*** Opening SUPPLIED DATA ***
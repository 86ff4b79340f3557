import {
  type CarbonActivityOf,
  carbonFreeWindow,
  createCarbonActivity,
} from '../chemistry/carbon-activity.ts';
import type { StreamState } from '../model/stream.ts';
import type { Mixture } from '../properties/mixture.ts';
import type { BlockReport } from './block.ts';
import { listed } from './checks.ts';

/** A place in a reactor whose gas is asked for carbon. */
export interface CarbonPlace {
  /** as in "at the outlet" */
  readonly name: string;
  readonly stream: StreamState;
}

/** What a reactor says of carbon. */
export interface CarbonReport {
  /**
   * Activities at inlet and outlet, and between which temperatures a gas of their composition stays below 1:
   * `..._carbon_free_above_K` where it falls through 1 on heating (CO lays down carbon below),
   * `..._carbon_free_below_K` where it rises through 1 (CH4 cracks above); null where the largest of the
   * routes does not cross 1 so between 200 and 1200 degC.
   */
  details(inlet: StreamState, outlet: StreamState): BlockReport['details'];
  /** One warning for all places whose activity is above 1. */
  warnings(places: readonly CarbonPlace[]): BlockReport['warnings'];
}

/** More places than this are not listed one by one. */
const MOST_NAMED = 2;

export function createCarbonReport({ components, gas, spec }: Mixture): CarbonReport {
  let made: CarbonActivityOf | null = null;
  // Made when first asked: the passes do not need it.
  const activityOf: CarbonActivityOf = (T, P, amounts) => {
    made ??= createCarbonActivity(components, gas, spec.basis);
    return made(T, P, amounts);
  };
  const activity = ({ temperatureK, pressurePa, flowsMolPerS }: StreamState) =>
    activityOf(temperatureK, pressurePa, flowsMolPerS).largest;
  const window = ({ pressurePa, flowsMolPerS }: StreamState) =>
    carbonFreeWindow(activityOf, pressurePa, flowsMolPerS);

  return {
    details(inlet, outlet) {
      const before = window(inlet);
      const after = window(outlet);
      return {
        carbon_activity_inlet: activity(inlet),
        carbon_activity_outlet: activity(outlet),
        inlet_carbon_free_above_K: before.aboveK,
        inlet_carbon_free_below_K: before.belowK,
        outlet_carbon_free_above_K: after.aboveK,
        outlet_carbon_free_below_K: after.belowK,
      };
    },
    warnings(places) {
      const found = places.flatMap(({ name, stream }) => {
        const here = activity(stream);
        return here !== null && here > 1 ? [{ here, text: `${here.toPrecision(3)} at the ${name}` }] : [];
      });
      if (found.length === 0) return [];
      const worst = found.reduce((most, one) => (one.here > most.here ? one : most));
      const list =
        found.length <= MOST_NAMED
          ? listed(found.map((one) => one.text))
          : `${worst.text}, the largest of ${found.length} places above 1`;
      const message = `carbon activity of ${list}: carbon can form at equilibrium (a catalyst may or may not let it)`;
      return [{ code: 'carbon', message }];
    },
  };
}
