import { constantHeatGas } from '../blocks/constant-heat-gas.ts';
import { mixtureOf, streamOf, trial } from '../blocks/helpers.ts';
import { ammoniaCycle } from './ammonia-refrigeration.ts';
import type { Row } from './deviations-row.ts';
import { percent } from './deviations-statistics.ts';

/** The refrigeration cycle built of blocks, and staged compression of the textbooks' gas. */
export function refrigerationRows(): Row[] {
  return [
    {
      what: 'COP of the ideal single-stage NH3 refrigeration cycle, −33…5 to 30…40 degC, built of blocks',
      source: 'reference equation of state (Gao et al. 2020), from memory',
      unit: '%',
      deviations: ammoniaCycle.map(([cold, warm, from, to, , , cop]) =>
        percent(`${cold} to ${warm} degC`, cycle(from, to), cop),
      ),
      remark: 'cubic equations give polar vapour too small a heat capacity: work 3 % high, cold 1.5 % low',
    },
    {
      what: 'compression of a gas of constant exponent in 1 to 4 cooled stages, work',
      source:
        'Cengel & Boles, Example 7-13; Coulson & Richardson vol. 1, Example 8.4; Nag, Example 19.11 (re-computed)',
      unit: '%',
      deviations: [
        percent('n 1.3, 1 stage', staged(1.3, 0.287, 300, 1, 9, 1), 246.4),
        percent('n 1.3, 2 stages', staged(1.3, 0.287, 300, 1, 9, 2), 215.3),
        percent('n 1.25, 2 stages', staged(1.25, 8.314462618 / 28.8, 290, 1.013, 20.65, 2) / 0.85, 346.5),
        percent('36 bar, 1 stage', staged(1.3, 0.287, 298, 1, 36, 1), 476.75),
        percent('36 bar, 2 stages', staged(1.3, 0.287, 298, 1, 36, 2), 379.56),
        percent('36 bar, 3 stages', staged(1.3, 0.287, 298, 1, 36, 3), 352.89),
        percent('36 bar, 4 stages', staged(1.3, 0.287, 298, 1, 36, 4), 340.47),
      ],
      remark: 'four and five digits printed',
    },
  ];
}

/** Cold over work between two pressures [bar]: dry saturated suction, saturated liquid to the throttle. */
function cycle(fromBar: number, toBar: number): number {
  const ammonia = mixtureOf(['NH3']);
  const feed = (bar: number) => [streamOf(ammonia, { celsius: 20, bar, flows: { NH3: 1 } })];
  const suction = trial('heater', { vapour_fraction: '100 %' }, ammonia, feed(fromBar)).outlets;
  const condensate = trial('heater', { vapour_fraction: '0 %' }, ammonia, feed(toBar)).outlets[0]!;
  const machine = trial('compressor', { pressure: `${toBar} bar`, efficiency: '100 %' }, ammonia, suction);
  return (suction[0]!.enthalpyW - condensate.enthalpyW) / machine.report.powerW;
}

/** Work of a gas whose isentrope has the exponent n [kJ/kg]. */
function staged(
  n: number,
  rKJPerKgK: number,
  kelvin: number,
  from: number,
  to: number,
  stages: number,
): number {
  const gas = constantHeatGas(n, 8.314462618e-3 / rKJPerKgK);
  const inlet = streamOf(gas, { kelvin, bar: from, flows: { X: 1 } });
  const cooling = stages > 1 ? { stages, intercooling: `${kelvin} K` } : {};
  const { report } = trial('compressor', { pressure: `${to} bar`, efficiency: '100 %', ...cooling }, gas, [
    inlet,
  ]);
  return report.powerW / gas.mass(inlet) / 1e3;
}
*** Closing SUPPLIED DATA ***
*WORK ORDER:* Write out all the records above one more time, exactly.

*TASK SOLUTION:*
repository 86ff4b79340f3557
import {
  type CarbonActivityOf,
  carbonFreeWindow,
  createCarbonActivity,
} from '../chemistry/carbon-activity.ts';
import type { StreamState } from '../model/stream.ts';
import type { Mixture } from '../properties/mixture.ts';
import type { BlockReport } from './block.ts';
import { listed } from './checks.ts';

/** A place in a reactor whose gas is asked for carbon. */
export interface CarbonPlace {
  /** as in "at the outlet" */
  readonly name: string;
  readonly stream: StreamState;
}

/** What a reactor says of carbon. */
export interface CarbonReport {
  /**
   * Activities at inlet and outlet, and between which temperatures a gas of their composition stays below 1:
   * `..._carbon_free_above_K` where it falls through 1 on heating (CO lays down carbon below),
   * `..._carbon_free_below_K` where it rises through 1 (CH4 cracks above); null where the largest of the
   * routes does not cross 1 so between 200 and 1200 degC.
   */
  details(inlet: StreamState, outlet: StreamState): BlockReport['details'];
  /** One warning for all places whose activity is above 1. */
  warnings(places: readonly CarbonPlace[]): BlockReport['warnings'];
}

/** More places than this are not listed one by one. */
const MOST_NAMED = 2;

export function createCarbonReport({ components, gas, spec }: Mixture): CarbonReport {
  let made: CarbonActivityOf | null = null;
  // Made when first asked: the passes do not need it.
  const activityOf: CarbonActivityOf = (T, P, amounts) => {
    made ??= createCarbonActivity(components, gas, spec.basis);
    return made(T, P, amounts);
  };
  const activity = ({ temperatureK, pressurePa, flowsMolPerS }: StreamState) =>
    activityOf(temperatureK, pressurePa, flowsMolPerS).largest;
  const window = ({ pressurePa, flowsMolPerS }: StreamState) =>
    carbonFreeWindow(activityOf, pressurePa, flowsMolPerS);

  return {
    details(inlet, outlet) {
      const before = window(inlet);
      const after = window(outlet);
      return {
        carbon_activity_inlet: activity(inlet),
        carbon_activity_outlet: activity(outlet),
        inlet_carbon_free_above_K: before.aboveK,
        inlet_carbon_free_below_K: before.belowK,
        outlet_carbon_free_above_K: after.aboveK,
        outlet_carbon_free_below_K: after.belowK,
      };
    },
    warnings(places) {
      const found = places.flatMap(({ name, stream }) => {
        const here = activity(stream);
        return here !== null && here > 1 ? [{ here, text: `${here.toPrecision(3)} at the ${name}` }] : [];
      });
      if (found.length === 0) return [];
      const worst = found.reduce((most, one) => (one.here > most.here ? one : most));
      const list =
        found.length <= MOST_NAMED
          ? listed(found.map((one) => one.text))
          : `${worst.text}, the largest of ${found.length} places above 1`;
      const message = `carbon activity of ${list}: carbon can form at equilibrium (a catalyst may or may not let it)`;
      return [{ code: 'carbon', message }];
    },
  };
}
import { constantHeatGas } from '../blocks/constant-heat-gas.ts';
import { mixtureOf, streamOf, trial } from '../blocks/helpers.ts';
import { ammoniaCycle } from './ammonia-refrigeration.ts';
import type { Row } from './deviations-row.ts';
import { percent } from './deviations-statistics.ts';

/** The refrigeration cycle built of blocks, and staged compression of the textbooks' gas. */
export function refrigerationRows(): Row[] {
  return [
    {
      what: 'COP of the ideal single-stage NH3 refrigeration cycle, −33…5 to 30…40 degC, built of blocks',
      source: 'reference equation of state (Gao et al. 2020), from memory',
      unit: '%',
      deviations: ammoniaCycle.map(([cold, warm, from, to, , , cop]) =>
        percent(`${cold} to ${warm} degC`, cycle(from, to), cop),
      ),
      remark: 'cubic equations give polar vapour too small a heat capacity: work 3 % high, cold 1.5 % low',
    },
    {
      what: 'compression of a gas of constant exponent in 1 to 4 cooled stages, work',
      source:
        'Cengel & Boles, Example 7-13; Coulson & Richardson vol. 1, Example 8.4; Nag, Example 19.11 (re-computed)',
      unit: '%',
      deviations: [
        percent('n 1.3, 1 stage', staged(1.3, 0.287, 300, 1, 9, 1), 246.4),
        percent('n 1.3, 2 stages', staged(1.3, 0.287, 300, 1, 9, 2), 215.3),
        percent('n 1.25, 2 stages', staged(1.25, 8.314462618 / 28.8, 290, 1.013, 20.65, 2) / 0.85, 346.5),
        percent('36 bar, 1 stage', staged(1.3, 0.287, 298, 1, 36, 1), 476.75),
        percent('36 bar, 2 stages', staged(1.3, 0.287, 298, 1, 36, 2), 379.56),
        percent('36 bar, 3 stages', staged(1.3, 0.287, 298, 1, 36, 3), 352.89),
        percent('36 bar, 4 stages', staged(1.3, 0.287, 298, 1, 36, 4), 340.47),
      ],
      remark: 'four and five digits printed',
    },
  ];
}

/** Cold over work between two pressures [bar]: dry saturated suction, saturated liquid to the throttle. */
function cycle(fromBar: number, toBar: number): number {
  const ammonia = mixtureOf(['NH3']);
  const feed = (bar: number) => [streamOf(ammonia, { celsius: 20, bar, flows: { NH3: 1 } })];
  const suction = trial('heater', { vapour_fraction: '100 %' }, ammonia, feed(fromBar)).outlets;
  const condensate = trial('heater', { vapour_fraction: '0 %' }, ammonia, feed(toBar)).outlets[0]!;
  const machine = trial('compressor', { pressure: `${toBar} bar`, efficiency: '100 %' }, ammonia, suction);
  return (suction[0]!.enthalpyW - condensate.enthalpyW) / machine.report.powerW;
}

/** Work of a gas whose isentrope has the exponent n [kJ/kg]. */
function staged(
  n: number,
  rKJPerKgK: number,
  kelvin: number,
  from: number,
  to: number,
  stages: number,
): number {
  const gas = constantHeatGas(n, 8.314462618e-3 / rKJPerKgK);
  const inlet = streamOf(gas, { kelvin, bar: from, flows: { X: 1 } });
  const cooling = stages > 1 ? { stages, intercooling: `${kelvin} K` } : {};
  const { report } = trial('compressor', { pressure: `${to} bar`, efficiency: '100 %', ...cooling }, gas, [
    inlet,
  ]);
  return report.powerW / gas.mass(inlet) / 1e3;
}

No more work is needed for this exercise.